Got it. Thank you very much.

You're welcome.

And your last question will come from the line of Craig Savonavea with Goldman Sachs.

Hello, Craig.

Hey, Robert and team. How are you? Thank you very much for the update and congrats on the progress. I was curious about earlier comments you made in the call about your early experience with commercial payers. I believe that was in relationship to Omicamp to McCarble. I was wondering if you could share any of the insights from that early experience, certainly. There's still some time to go, but I wonder what the initial feedback has been. And then secondly, I wanted to get a sense of, and I might have missed this before, so my apologies.
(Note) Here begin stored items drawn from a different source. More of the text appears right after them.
import { ChangeDetectionStrategy, Component, ElementRef, computed, inject, signal } from '@angular/core';
import { rxResource, toSignal } from '@angular/core/rxjs-interop';
import { ReactiveFormsModule } from '@angular/forms';
import { MatButtonModule } from '@angular/material/button';
import { MatFormFieldModule } from '@angular/material/form-field';
import { MatIconModule } from '@angular/material/icon';
import { MatInputModule } from '@angular/material/input';
import { MatProgressBarModule } from '@angular/material/progress-bar';
import { MatSelectModule } from '@angular/material/select';
import { MatSnackBar } from '@angular/material/snack-bar';
import { Router, RouterLink } from '@angular/router';
import type { ReferenceAreaKind } from '@tunnelwright/contracts';
import { CatalogueApi } from '../core/catalogue-api';
import { problemFieldErrors, problemMessage } from '../core/problem-message';
import { ErrorBanner } from '../shared/error-banner';
import { focusFirstInvalid } from '../shared/focus-first-invalid';
import { BookingApi } from './booking-api';
import { articleForm, bookingRequestForm, bookingRequestOf } from './booking-request-form';
import { userTimeZone } from './lab-time';
import { referenceAreaKindLabels } from './reference-area-kind-labels';
import { TunnelOccupancyWeek } from './tunnel-occupancy-week';

/** A customer asks for tunnel time: tunnel, service, period, articles and test plan. */
@Component({
  selector: 'tw-booking-request-page',
  changeDetection: ChangeDetectionStrategy.OnPush,
  imports: [ReactiveFormsModule, RouterLink, MatFormFieldModule, MatInputModule, MatSelectModule, MatButtonModule, MatIconModule, MatProgressBarModule, ErrorBanner, TunnelOccupancyWeek],
  templateUrl: './booking-request-page.html',
  styles: `
    form {
      display: flex;
      flex-direction: column;
      gap: 4px;
      max-width: 860px;
    }
    .row {
      display: flex;
      flex-wrap: wrap;
      gap: 12px;
      align-items: baseline;
    }
    .row > mat-form-field {
      flex: 1 1 220px;
    }
    fieldset {
      border: 1px solid var(--mat-sys-outline-variant);
      border-radius: var(--mat-sys-corner-small);
      padding: 8px 16px;
      margin: 0 0 12px;
    }
    .zone {
      color: var(--mat-sys-on-surface-variant);
      margin: 0 0 8px;
    }
    .form-error {
      color: var(--mat-sys-error);
    }
  `,
})
export class BookingRequestPage {
  private readonly bookings = inject(BookingApi);
  private readonly catalogue = inject(CatalogueApi);
  private readonly router = inject(Router);
  private readonly snackBar = inject(MatSnackBar);
  private readonly host = inject<ElementRef<HTMLElement>>(ElementRef);

  protected readonly form = bookingRequestForm();
  protected readonly areaKinds = Object.entries(referenceAreaKindLabels) as [ReferenceAreaKind, string][];
  protected readonly tunnels = rxResource({ stream: () => this.catalogue.tunnels() });
  protected readonly services = rxResource({ stream: () => this.catalogue.services() });
  protected readonly settings = rxResource({ stream: () => this.bookings.settings() });
  private readonly tunnelId = toSignal(this.form.controls.tunnelId.valueChanges, { initialValue: null });
  protected readonly servicesOnTunnel = computed(() => {
    const tunnelId = this.tunnelId();
    return (this.services.hasValue() ? this.services.value() : []).filter((service) => !service.tunnelId || service.tunnelId === tunnelId);
  });
  protected readonly chosenTunnel = computed(() => (this.tunnels.hasValue() ? this.tunnels.value() : []).find((tunnel) => tunnel.id === this.tunnelId()) ?? null);
  protected readonly labZone = computed(() => (this.settings.hasValue() ? this.settings.value().timeZone : null));
  protected readonly viewerZone = userTimeZone();
  protected readonly loadError = computed(() => {
    const error = this.tunnels.error() ?? this.settings.error() ?? this.services.error();
    return error ? problemMessage(error.cause ?? error, 'The tunnels and booking rules could not be loaded.') : null;
  });
  protected readonly sending = signal(false);
  protected readonly sendError = signal<string | null>(null);

  protected get articles() {
    return this.form.controls.articles;
  }

  protected reload(): void {
    this.tunnels.reload();
    this.services.reload();
    this.settings.reload();
  }

  protected addArticle(): void {
    this.articles.push(articleForm());
  }

  protected removeArticle(index: number): void {
    this.articles.removeAt(index);
  }

  protected submit(): void {
    const zone = this.labZone();
    if (this.form.invalid || !zone) {
      this.form.markAllAsTouched();
      focusFirstInvalid(this.host.nativeElement);
      return;
    }
    this.sending.set(true);
    this.sendError.set(null);
    this.bookings.request(bookingRequestOf(this.form, zone)).subscribe({
      next: (booking) => {
        this.sending.set(false);
        this.snackBar.open(`Request sent for ${booking.tunnelName}. The slot is held while the lab answers.`, undefined, { duration: 6000 });
        void this.router.navigate(['/bookings']);
      },
      error: (error: unknown) => {
        this.sending.set(false);
        const fields = problemFieldErrors(error).map((field) => field.message);
        this.sendError.set([problemMessage(error, 'The request could not be sent.'), ...fields].join(' '));
      },
    });
  }
}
As you think about the clinical trial design for Affey-Campden, How similar or how different might that be from the Mavacampt in Phase 3? As you could expect, many of us will be trying to see how apples to apples it may be, and it doesn't have to be, but I'm just curious if you could give us some high-level thoughts around how you're thinking about that Phase 3 trial. Thanks.

Sure. So I'll ask Andrew to tackle the first question, which is relating to early feedback and perspectives relating to payers. And then maybe I'll ask Stuart to comment on the second part of your question relating to the trial for Afikampton. Andrew?

Sure, Robert. So the payer meetings, we've had about a half a dozen payer meetings across large PBMs, Med-D, and commercial. Most of the meetings have been introductory in nature, introductory in our company, our science, our people. and we certainly have more substantial interactions scheduled as the year progresses, and we certainly anticipate filing in December for MedD inclusion in the 2023 reimbursement and access scheme. So overall, the interactions have been positive but early.

Yeah, I'd say that in large part, these meetings are focused to socializing the science, introducing the company. We want to make sure we're on their radar screen. As you can well imagine, they do budgeting and other activities in anticipation of new product launches, and those things are already underway. Now, the second part of your question related to the phase three design of AFI Campton and how it might compare to Mavic Campton, and whether this is going to be in apples and oranges or in apples and apples. And I'll tell you, we believe that for the fact that Redwood HCM delivered on its next in class profile, that we need to design a study that is advancing the field. And therefore, it should be apples and apples, but there are different kinds of apples. And with that, I'll just see if Stuart wants to add anything more.

only that we certainly have learned a lot from the Redwood HCM trial as well as the FLORA trial, and we'll take those learnings into our study design for phase three. We're not really prepared to offer any details or discuss those in today's talk. You know, the study design details will be forthcoming later this year.

Yeah, you won't have to wait very long. We're going to be providing those details soon enough. Now that we've had these recent interactions with FDA and we can lock in on the protocol, we expect to begin this study soon, and we'll elaborate on those design elements soon.

And there are no further questions at this time. I'd like to turn the call back over to management for any closing remarks.

Thank you, Operator, and thank you to all the participants on our teleconference today. We've had a very productive second quarter, and it sets the table for what we hope will be our ability to continue to execute very well against other key milestones and metrics. We thank you for your continued support and your interest in cytokinetics, and we look forward to keeping you updated on our progress. Operator, we conclude the call.

Ladies and gentlemen, we thank you for your participation. This does conclude today's conference call.